_Task directions_
From the line that includes "self.vprev[:] = v" to the last line of the records, inclusive, repeat each line exactly.

Recorded data

◆ ◆ ◆ ◆ ◆ ◆ ◆

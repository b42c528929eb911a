"""Beats, waves and block from the activation crossings recorded by the kernel.

A beat is the set of stimulus pulses sharing an onset time. Its wave is followed node
by node outward from the stimulated nodes that captured: the neighbour's activation
belonging to the wave is its first unused crossing no earlier than ``BACKWARD_TOLERANCE``
before, and no later than ``MAX_NODE_DELAY`` after, the node it came from. A beat that
captured but whose wave stopped before an end of the fibre is blocked; ``block_x`` is
the last activated position on the blocked side.

Block means the wave stopped, which the run must have gone on long enough to show: a
wave whose last activation was less than ``WAIT_FACTOR`` times its locally measured
node-to-node delay (the mean over its last ``LOCAL_NODES`` nodes, at least the last
delay) before the end of the run, and less than ``MAX_NODE_DELAY``, may still be
travelling. Such a beat is ``timed_out`` (not blocked; ``front_x`` is its last
activated position), as is a beat whose capture deadline lies after the end of the
run and whose stimulated nodes did not cross yet.

What ``captured`` means, exactly: some stimulated node crossed the activation threshold
between the onset and ``CAPTURE_LATENCY`` after the end of the pulse. That is what "the
stimulus excited the tissue" means for any stimulus near threshold, but not always: a
stimulus far above threshold (several times rheobase) can carry the stimulated nodes
over the threshold passively, without an action potential (an inexcitable membrane, or
tissue deep in its refractory period). The beat is then ``captured`` and ``blocked``
within the reach of the stimulus' electrotonic spread, instead of not captured; for
the HH axon with g_Na = 0 and 1000 uA/cm^2 for 0.2 ms, block_x = 0.16 cm. Telling the
two apart needs the sign of the ionic current at the stimulated nodes during the
upstroke (inward: regenerative), which the kernels do not record;
``cable.protocols.refractory`` checks it from stored states for its local refractory
period.
"""

from __future__ import annotations

from dataclasses import dataclass

import numpy as np

from cable.kernels.jit import jit

#: a neighbour may cross slightly before its upstream node (stimulated zone fires as a
#: block, collisions) [ms]
BACKWARD_TOLERANCE = 2.0
#: the longest node-to-node delay still counted as the same wave [ms]; very slow
#: conduction (0.3 cm/s at dx 100 um: 33 ms per node) would need more
MAX_NODE_DELAY = 50.0
#: time after the end of the pulse within which a stimulated node must cross [ms]
CAPTURE_LATENCY = 20.0
#: a wave is taken to have stopped when the run went on for this many times its local
#: node-to-node delay after its last activation (common practice: a margin for the
#: slowing of decremental conduction near block, which lengthens the last delays)
WAIT_FACTOR = 5.0
#: nodes over which the local delay is measured
LOCAL_NODES = 5


@dataclass
class Beats:
    onset: np.ndarray          # (nbeat,) [ms]
    index: np.ndarray          # (nbeat, n) crossing index k used, -1 if none
    activation: np.ndarray     # (nbeat, n) [ms], NaN if not reached
    captured: np.ndarray       # (nbeat,) bool
    blocked: np.ndarray        # (nbeat,) bool
    block_x: np.ndarray        # (nbeat,) [cm], NaN unless blocked
    block_side: np.ndarray     # (nbeat,) int: +1 wave stopped going right, -1 left, 0 none
    timed_out: np.ndarray = None   # (nbeat,) bool: the run ended before the wave could be seen to stop
    front_x: np.ndarray = None     # (nbeat,) [cm], last activated position of a timed-out wave, else NaN


def beat_onsets(pulses: np.ndarray) -> tuple[np.ndarray, list[np.ndarray], np.ndarray]:
    """Unique onset times, the seed nodes of each, and the capture deadline of each."""
    if pulses.shape[0] == 0:
        return np.zeros(0), [], np.zeros(0)
    onsets = np.unique(np.round(pulses[:, 0], 9))
    seeds, deadline = [], []
    for t in onsets:
        sel = np.abs(pulses[:, 0] - t) < 1e-9
        nodes = np.unique(np.concatenate([np.arange(int(a), int(b)) for a, b in pulses[sel][:, 2:4]]))
        seeds.append(nodes)
        deadline.append(pulses[sel, 1].max() + CAPTURE_LATENCY)
    deadline = np.array(deadline)
    deadline[:-1] = np.minimum(deadline[:-1], onsets[1:])
    return onsets, seeds, deadline


def stopped(activation: np.ndarray, last: int, step: int, t_end: float | None) -> bool:
    """Whether the wave whose last activated node is ``last`` (coming from the side
    ``-step``) was seen to stop before ``t_end`` [ms] (None: the run's end is unknown, so yes)."""
    if t_end is None:
        return True
    t_last = activation[last]
    waited = t_end - t_last
    if waited >= MAX_NODE_DELAY:
        return True
    times = []
    for m in range(LOCAL_NODES + 1):      # the wave's own nodes behind the last one
        i = last - step * m
        if not (0 <= i < activation.size and np.isfinite(activation[i])):
            break
        times.append(activation[i])
    if len(times) < 2:       # the wave did not travel: the stimulated zone's own spread
        return waited >= CAPTURE_LATENCY
    delay = max((times[0] - times[-1]) / (len(times) - 1), times[0] - times[1], 0.0)
    return waited >= WAIT_FACTOR * delay


def assign_beats(act: np.ndarray, nact: np.ndarray, x: np.ndarray, pulses: np.ndarray,
                 t_end: float | None = None) -> Beats:
    """Follow each beat's wave through the crossings ``act[i, :nact[i]]``.

    ``t_end`` [ms]: the end of the computed run; a wave still possibly travelling then
    is ``timed_out`` rather than blocked (see the module's notes). None: no such check.
    """
    n, cap = act.shape
    onsets, seeds, deadline = beat_onsets(pulses)
    nb = onsets.size
    used = np.zeros((n, cap), dtype=bool)
    count = np.minimum(nact, cap)
    index = np.full((nb, n), -1, dtype=np.int64)
    activation = np.full((nb, n), np.nan)
    captured = np.zeros(nb, dtype=bool)
    blocked = np.zeros(nb, dtype=bool)
    block_x = np.full(nb, np.nan)
    side = np.zeros(nb, dtype=np.int64)
    timed_out = np.zeros(nb, dtype=bool)
    front_x = np.full(nb, np.nan)

    def take(i, lo, hi):
        for k in range(count[i]):
            if not used[i, k] and lo <= act[i, k] < hi:
                used[i, k] = True
                return k
        return -1

    for b in range(nb):
        t0 = onsets[b]
        for i in seeds[b]:
            k = take(i, t0 - 1e-9, deadline[b])
            if k >= 0:
                index[b, i] = k
                activation[b, i] = act[i, k]
        hit = np.flatnonzero(index[b] >= 0)
        if hit.size == 0:
            timed_out[b] = t_end is not None and t_end < deadline[b]
            continue
        captured[b] = True
        # outward to the right from the rightmost captured node, then to the left
        right = _walk(act, count, used, index[b], activation[b], int(hit.max()), 1)
        left = _walk(act, count, used, index[b], activation[b], int(hit.min()), -1)
        ends = [(right, 1)] if right < n - 1 else []
        ends += [(left, -1)] if left > 0 else []
        running = [(i, way) for i, way in ends if not stopped(activation[b], i, way, t_end)]
        if running:
            timed_out[b], front_x[b] = True, x[running[0][0]]
        elif ends:
            blocked[b], block_x[b], side[b] = True, x[ends[0][0]], ends[0][1]
    return Beats(onsets, index, activation, captured, blocked, block_x, side, timed_out, front_x)


@jit
def _walk(act, count, used, index, activation, start, way):
    """Follow one beat's wave from node ``start`` in direction ``way`` (+1 or -1): each
    next node takes its first unused crossing within [t - BACKWARD_TOLERANCE,
    t + MAX_NODE_DELAY) of its neighbour's time t (nodes already assigned are passed).
    Fills ``index`` and ``activation`` (this beat's rows); returns the last node reached."""
    n = act.shape[0]
    i = start
    while 0 <= i + way < n:
        j = i + way
        if index[j] < 0:
            t = activation[i]
            lo, hi = t - BACKWARD_TOLERANCE, t + MAX_NODE_DELAY
            k = -1
            for m in range(count[j]):
                if not used[j, m] and lo <= act[j, m] < hi:
                    used[j, m] = True
                    k = m
                    break
            if k < 0:
                break
            index[j] = k
            activation[j] = act[j, k]
        i = j
    return i


def per_beat(values: np.ndarray, index: np.ndarray) -> np.ndarray:
    """Pick ``values[i, k]`` (per node and crossing) for each beat: shape (nbeat, n, ...)."""
    nb, n = index.shape
    out = np.full((nb, n) + values.shape[2:], np.nan)
    for b in range(nb):
        ok = index[b] >= 0
        out[b, ok] = values[np.flatnonzero(ok), index[b, ok]]
    return out
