"""Action-potential duration, tracked sample by sample so that fields need not be kept.

For the k-th activation of node i (the k-th upward crossing of the activation
threshold, timed exactly in the kernel), the tracker records the resting potential
(the lowest sample since the previous repolarisation), the peak, and for each level L
the first downward crossing of V_peak - L/100 (V_peak - V_rest) after the peak,
interpolated linearly between samples. APD_L = crossing time - activation time
(common practice: APD measured from the activation crossing; the sampling interval
limits its precision to a fraction of ``output.every``).
"""

import numpy as np

from cable.kernels.jit import jit


@jit
def track(v, t, vprev, tprev, act, nact, seen, phase, vmin, rest, peak, repol, levels):
    """Update the tracker with the sample v at time t (previous sample vprev at tprev)."""
    n = v.shape[0]
    cap = act.shape[1]
    nlev = levels.shape[0]
    for i in range(n):
        vi = v[i]
        if nact[i] > seen[i]:
            k = min(nact[i], cap) - 1
            seen[i] = nact[i]
            if k >= 0:
                rest[i, k] = vmin[i]
                peak[i, k] = max(vi, vprev[i])
                phase[i] = 1
        if phase[i] == 1:
            k = min(seen[i], cap) - 1
            if vi > peak[i, k]:
                peak[i, k] = vi
            amp = peak[i, k] - rest[i, k]
            done = True
            for j in range(nlev):
                if np.isnan(repol[i, k, j]):
                    level = peak[i, k] - levels[j] / 100.0 * amp
                    if vi < level and vprev[i] >= level:
                        repol[i, k, j] = tprev + (t - tprev) * (vprev[i] - level) / (vprev[i] - vi)
                    else:
                        done = False
            if done:
                phase[i] = 0
                vmin[i] = vi
        else:
            if vi < vmin[i]:
                vmin[i] = vi


class ApdTracker:
    """Holds the tracker arrays of a strand; call :meth:`update` with each sample."""

    def __init__(self, v0, act, levels):
        n, cap = act.shape
        self.levels = np.asarray(levels, dtype=np.float64)
        self.seen = np.zeros(n, dtype=np.int64)
        self.phase = np.zeros(n, dtype=np.int64)
        self.vmin = np.array(v0, dtype=np.float64)
        self.rest = np.full((n, cap), np.nan)
        self.peak = np.full((n, cap), np.nan)
        self.repol = np.full((n, cap, self.levels.size), np.nan)
        self.vprev = np.array(v0, dtype=np.float64)
        self.tprev = 0.0

    def update(self, v, t, act, nact):
        track(v, t, self.vprev, self.tprev, act, nact, self.seen, self.phase, self.vmin,
              self.rest, self.peak, self.repol, self.levels)
        self.vprev[:] = v
        self.tprev = t
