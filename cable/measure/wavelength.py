"""Wavelength of a strand's beats: conduction velocity times APD90 at the window's centre.

The usual estimate of the length of tissue a wave keeps refractory (common practice); the
APD90 is that of the node nearest the centre of the CV window.
"""

from __future__ import annotations

import numpy as np

from cable.measure import Inputs, Measurement


def centre_node(x: np.ndarray, window) -> int:
    """The node nearest the centre of the CV ``window`` [cm]."""
    return int(np.argmin(np.abs(x - 0.5 * (window[0] + window[1]))))


def _wavelength(inputs: Inputs) -> dict:
    setup = inputs.setup
    levels = list(setup.case.apd_levels)
    apd90 = inputs.out["apd"][1][levels.index(90.0), :, centre_node(setup.x, setup.cv_window)]
    cv = inputs.out["conduction_velocity"][1]
    return {"wavelength_apd": (("beat",), cv / 10.0 * apd90)}  # m/s -> cm/ms, times ms


def _applies(inputs: Inputs) -> bool:
    return inputs.setup.x is not None and 90.0 in inputs.setup.case.apd_levels


MEASUREMENT = Measurement("wavelength", ("wavelength_apd",), _wavelength, _applies, order=20)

◆ ◆ ◆ ◆ ◆ ◆ ◆

_Solution_
        self.vprev[:] = v
        self.tprev = t
filename cable/measure/wavelength.py
"""Wavelength of a strand's beats: conduction velocity times APD90 at the window's centre.

The usual estimate of the length of tissue a wave keeps refractory (common practice); the
APD90 is that of the node nearest the centre of the CV window.
"""

from __future__ import annotations

import numpy as np

from cable.measure import Inputs, Measurement


def centre_node(x: np.ndarray, window) -> int:
    """The node nearest the centre of the CV ``window`` [cm]."""
    return int(np.argmin(np.abs(x - 0.5 * (window[0] + window[1]))))


def _wavelength(inputs: Inputs) -> dict:
    setup = inputs.setup
    levels = list(setup.case.apd_levels)
    apd90 = inputs.out["apd"][1][levels.index(90.0), :, centre_node(setup.x, setup.cv_window)]
    cv = inputs.out["conduction_velocity"][1]
    return {"wavelength_apd": (("beat",), cv / 10.0 * apd90)}  # m/s -> cm/ms, times ms


def _applies(inputs: Inputs) -> bool:
    return inputs.setup.x is not None and 90.0 in inputs.setup.case.apd_levels


MEASUREMENT = Measurement("wavelength", ("wavelength_apd",), _wavelength, _applies, order=20)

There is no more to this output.